No operability challenges during the operation of the DCR and no particles agglomeration were observed in the collected particulate material. The reactor exhibited very stable operation and excellence performance.

Example 4 (Comparative):

The catalyst system that was used in all of Examples 1 -3 has been employed to produce polymer PE particles having 923 kg/m 3 density and MFR 5 equal to 0.24 g/lO min in a series of polymerization reactors consisting of a prepoly, a loop and a gas phase reactor. In this comparative example, the gas phase reactor is a double cone fluidized bed reactor having the design characteristics described in inventive Example 3. The ZNPE catalyst particles were polymerized in a continuous ethylene pre- polymerization reactor at Borstar conditions exhibiting a mean residence equal to 30 mins and average catalyst activity equal to 2 kg/g cat /h (i.e., t pre = 30 mins, R p = 2 kg/g cat /h)· Subsequently, the polymer material was transferred to the loop reactor where it was polymerized under Borstar conditions for a mean residence equal to 60 mins and average catalyst activity 18 kg/g ca ,/h (i.e., t loop = 60 mins, R p = 18 kg/g ca ,/h). After the loop reactor the residual hydrocarbons were flushed out using a high pressure flash tank and the polymer particles were transferred to the double cone reactor (DCR) where 7% mol 1 -butene was also added (co-polymerization conditions). In DCR the polymer particles were polymerized for a mean residence equal to 2.25 hours exhibiting an average catalyst activity equal to 12 kg/g cat /h (i.e., t DCR = 135 mins, R p = 12 kg/g cat /h) under temperature of 85°C (operating temperature set point, T s ) and pressure of 20 barg. The DCR as described above was operated so that flow rate of the fluidization gas that is introduced from the bottom of the reactor was equal to 330 m 3 /h. The reactor bed was filled with polyethylene with a filling degree of about 60 % of the volume of the middle zone. The superficial gas velocity at the middle zone 0.4 m/s. It could be seen that relatively large size bubbles were formed and they travelled along the whole reactor length. The condensate content of the fluidization gas at reactor inlet was kept around 3.5 % by weight.

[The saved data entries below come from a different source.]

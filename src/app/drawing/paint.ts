/** Puts a drawing on the paper. The one place that knows svg.js. */
import { SVG } from '@svgdotjs/svg.js';
import type { Drawing, Mark } from './marks';
import { TEXT_SIZE } from './marks';

/** Figures sit on their middle: the baseline lies a third of the size lower. */
const BASELINE = 0.35;

export function paint(host: SVGSVGElement, drawing: Drawing): void {
  const paper = SVG(host);
  paper.clear();
  paper.size(drawing.width, drawing.height).viewbox(0, 0, drawing.width, drawing.height);
  const group = paper.group();
  for (const mark of drawing.marks) {
    const element =
      mark.kind === 'path'
        ? group.path(mark.d)
        : group
            .plain(mark.text)
            .attr({ x: mark.at.x, y: mark.at.y + TEXT_SIZE[mark.role] * BASELINE, 'text-anchor': mark.anchor });
    element.addClass(classOf(mark));
    if (mark.selected) element.addClass('selected');
    if (mark.pick !== undefined) element.attr('data-pick', mark.pick);
  }
}

const classOf = (mark: Mark): string => (mark.kind === 'path' ? `line-${mark.role}` : `text-${mark.role}`);
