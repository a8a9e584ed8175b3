import { inOneLine, lineNote } from '@shared/part/words';
import { overlaps } from './box';
import { type FormedDrawing, formedDrawing } from './formed-drawing';
import type { LeaderNote } from './leader';
import { type Drawing, type TextMark, textBox } from './marks';
import { samplePart, solved, type Shape, thousandths } from './sample-parts';

const notesOf = (bend: number): LeaderNote[] => {
  const lower = 'BA 0.273 · SB 0.196';
  const note = lineNote({ turn: 'down', angle: 90 }, bend);
  return [
    { upper: inOneLine(note), lower },
    { upper: `${note.line} · ${note.face} · ${note.angle}`, lower },
  ];
};

function drawn(shape: Shape, bends: number, width = 950, height = 340): FormedDrawing {
  const result = solved(samplePart(shape, bends, shape === 'zigzag' ? 60 : 90));
  const drawing = formedDrawing(result, { width, height, figureOf: thousandths, notesOf });
  if (!drawing) throw new Error(`no drawing of a ${shape} with ${bends} bends`);
  return drawing;
}

/** The drawing as it is seen when an entry is selected. */
function withNote(drawing: FormedDrawing, chain: number): Drawing {
  const { marks, hides } = drawing.noteOn(chain);
  return { ...drawing, marks: [...drawing.marks.filter((mark) => !hides.includes(mark)), ...marks] };
}

const texts = (drawing: Drawing): TextMark[] => drawing.marks.filter((mark): mark is TextMark => mark.kind === 'text');

/** What lies on something else or runs off the paper; nothing, when all is well. */
function clashes(drawing: Drawing): string[] {
  const placed = texts(drawing).map((text) => ({ ...textBox(text), text: text.text }));
  return placed.flatMap((box, index) => {
    const off = box.left < 0 || box.right > drawing.width || box.top < 0 || box.bottom > drawing.height;
    const under = placed.slice(index + 1).filter((other) => overlaps(box, other));
    return [...(off ? [`${box.text} off the paper`] : []), ...under.map((other) => `${box.text} on ${other.text}`)];
  });
}

/** Dimension lines, extension lines and arrowheads that run off the paper. */
function strays({ marks, width, height }: Drawing): string[] {
  return marks.flatMap((mark) => {
    if (mark.kind !== 'path' || (mark.role !== 'dimension' && mark.role !== 'arrow')) return [];
    const figures = (mark.d.match(/-?\d+(?:\.\d+)?/g) ?? []).map(Number);
    const off = figures.some((figure, i) => figure < 0 || figure > (i % 2 === 0 ? width : height));
    return off ? [mark.d] : [];
  });
}

describe('the formed drawing', () => {
  it('keeps every dimension whole on the paper, on a phone too', () => {
    for (const shape of ['tray', 'zigzag'] as const) {
      for (let bends = 0; bends <= 24; bends++) {
        expect(strays(drawn(shape, bends)))
          .withContext(`${shape} ${bends}`)
          .toEqual([]);
        expect(strays(drawn(shape, bends, 374, 170)))
          .withContext(`${shape} ${bends} on a phone`)
          .toEqual([]);
      }
    }
  });

  it('lays no text on another and none outside, for 0 to 24 bends', () => {
    for (const shape of ['tray', 'zigzag', 'spiral'] as const) {
      for (let bends = 0; bends <= (shape === 'spiral' ? 12 : 24); bends++) {
        expect(clashes(drawn(shape, bends)))
          .withContext(`${shape} ${bends}`)
          .toEqual([]);
      }
    }
  });

  it('keeps the note of a selected bend clear as well, on a phone too', () => {
    for (const bends of [1, 2, 4, 12]) {
      for (let bend = 0; bend < bends; bend++) {
        expect(clashes(withNote(drawn('tray', bends), 2 * bend + 1)))
          .withContext(`tray ${bends}, L${bend + 1}`)
          .toEqual([]);
        expect(clashes(withNote(drawn('tray', bends, 374, 270), 2 * bend + 1)))
          .withContext(`tray ${bends} on a phone, L${bend + 1}`)
          .toEqual([]);
      }
    }
  });

  it('dimensions every leg of a channel, a hat and a flat strip', () => {
    for (const bends of [0, 1, 2, 4]) {
      const drawing = drawn('tray', bends);
      expect(drawing.left).toBe(0);
      expect(texts(drawing).filter((text) => text.role === 'figure').length).toBe(bends + 1);
    }
  });

  it('notes the selected bend', () => {
    const drawing = drawn('tray', 2);
    const said = texts(withNote(drawing, 3)).map((mark) => mark.text);
    expect(said).toContain('L2 · face B up · 90° (90° between legs)');
    expect(said).toContain('BA 0.273 · SB 0.196');
    expect(said.filter((text) => text === 'L2')).toEqual([]);
    expect(texts(drawing).map((mark) => mark.text)).not.toContain('BA 0.273 · SB 0.196');
    expect(drawing.noteOn(2)).toEqual({ marks: [], hides: [] });
    expect(drawing.noteOn(null)).toEqual({ marks: [], hides: [] });
  });

  it('marks a mold point a bend, but none at 180°', () => {
    const crosses = (angle: number): number => {
      const part = samplePart('tray', 1, angle);
      const legs = part.chain.map((entry) => ('leg' in entry ? { ...entry, measure: 'outside-edge' as const } : entry));
      const result = solved({ ...part, chain: legs });
      const drawing = formedDrawing(result, { width: 600, height: 300, figureOf: thousandths, notesOf });
      return drawing?.marks.filter((mark) => mark.kind === 'path' && mark.role === 'mold').length ?? -1;
    };
    expect(crosses(179)).toBe(1);
    expect(crosses(180)).toBe(0);
  });

  it('is none when a leg is consumed, or when there is no room', () => {
    const part = samplePart('tray', 2);
    const consumed = solved({ ...part, chain: part.chain.with(2, { leg: 0.1 }) });
    const options = { width: 600, height: 300, figureOf: thousandths, notesOf };
    expect(formedDrawing(consumed, options)).toBeNull();
    expect(formedDrawing(solved(part), { ...options, width: 20 })).toBeNull();
  });
});
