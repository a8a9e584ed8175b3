/** What each bend line is called and how it is bent, under the blank: on one line where it fits, else stacked. */
import type { Mark } from './marks';
import { at, textWidth } from './marks';
import { seatLabels } from './spread';

export interface BendNote {
  readonly x: number;
  /** "L2", "face B up", "90°". */
  readonly parts: readonly [string, string, string];
  readonly pick: number;
  readonly selected: boolean;
}

const GAP = 12;
const LINE = 16;

const whole = (note: BendNote): string => note.parts.join(' · ');
const widest = (texts: readonly string[]): number =>
  Math.max(0, ...texts.map((text) => textWidth(text, 'note-strong')));
const stackedWidth = (notes: readonly BendNote[]): number => widest(notes.flatMap((note) => note.parts));

/** Length in pixels that the notes need side by side when they are stacked. */
export const notesRoom = (notes: readonly BendNote[]): number => notes.length * (stackedWidth(notes) + GAP);

export interface NoteBand {
  readonly marks: readonly Mark[];
  readonly height: number;
}

export function bendNotes(notes: readonly BendNote[], edge: number, low: number, high: number): NoteBand {
  if (notes.length === 0) return { marks: [], height: 0 };
  const width = widest(notes.map(whole));
  const inLine = notes.every((note, index) => index === 0 || note.x - (notes[index - 1]?.x ?? 0) >= width + GAP);
  const stacked = !inLine;
  const room = stacked ? stackedWidth(notes) : width;
  const inset = room / 2;
  const seats = seatLabels(
    notes.map((note) => note.x),
    room,
    GAP,
    low + inset,
    high - inset,
    1,
  );
  const top = edge + (stacked ? 26 : 18);
  const marks = notes.flatMap((note, index): Mark[] => {
    const x = seats[index]?.place ?? note.x;
    const common = { pick: note.pick, selected: note.selected, anchor: 'middle' } as const;
    if (!stacked) return [{ kind: 'text', role: 'note', text: whole(note), at: { x, y: top }, ...common }];
    const leader = [
      { x: note.x, y: edge + 2 },
      { x: note.x, y: edge + 6 },
      { x, y: edge + 16 },
    ];
    return [
      { kind: 'path', role: 'leader', d: `M${leader.map(at).join('L')}`, pick: note.pick, selected: note.selected },
      ...note.parts.map((text, line): Mark => {
        const role = line === 0 ? 'note-strong' : 'note';
        return { kind: 'text', role, text, at: { x, y: top + line * LINE }, ...common };
      }),
    ];
  });
  return { marks, height: top - edge + (stacked ? 2 * LINE : 0) + 10 };
}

The polymer particles in the DCR which exhibit almost the same PSD as the one in DCR of example 3 (see Table 4 of example 3). However, the polymer particles exhibit significant particle overheating (heat transfer resistances) compared with Example 3 (see Table 5). Table 5. Polymer particles temperature distribution in DCR.

Significant operability challenges during the operation of the DCR have been experienced and severe particles agglomeration phenomena was observed in the collected particulate material (many PE lumps collected at the bottom of the reactor having mean particle size larger than 7.5 cm). The reactor exhibited unstable operation and poor performance.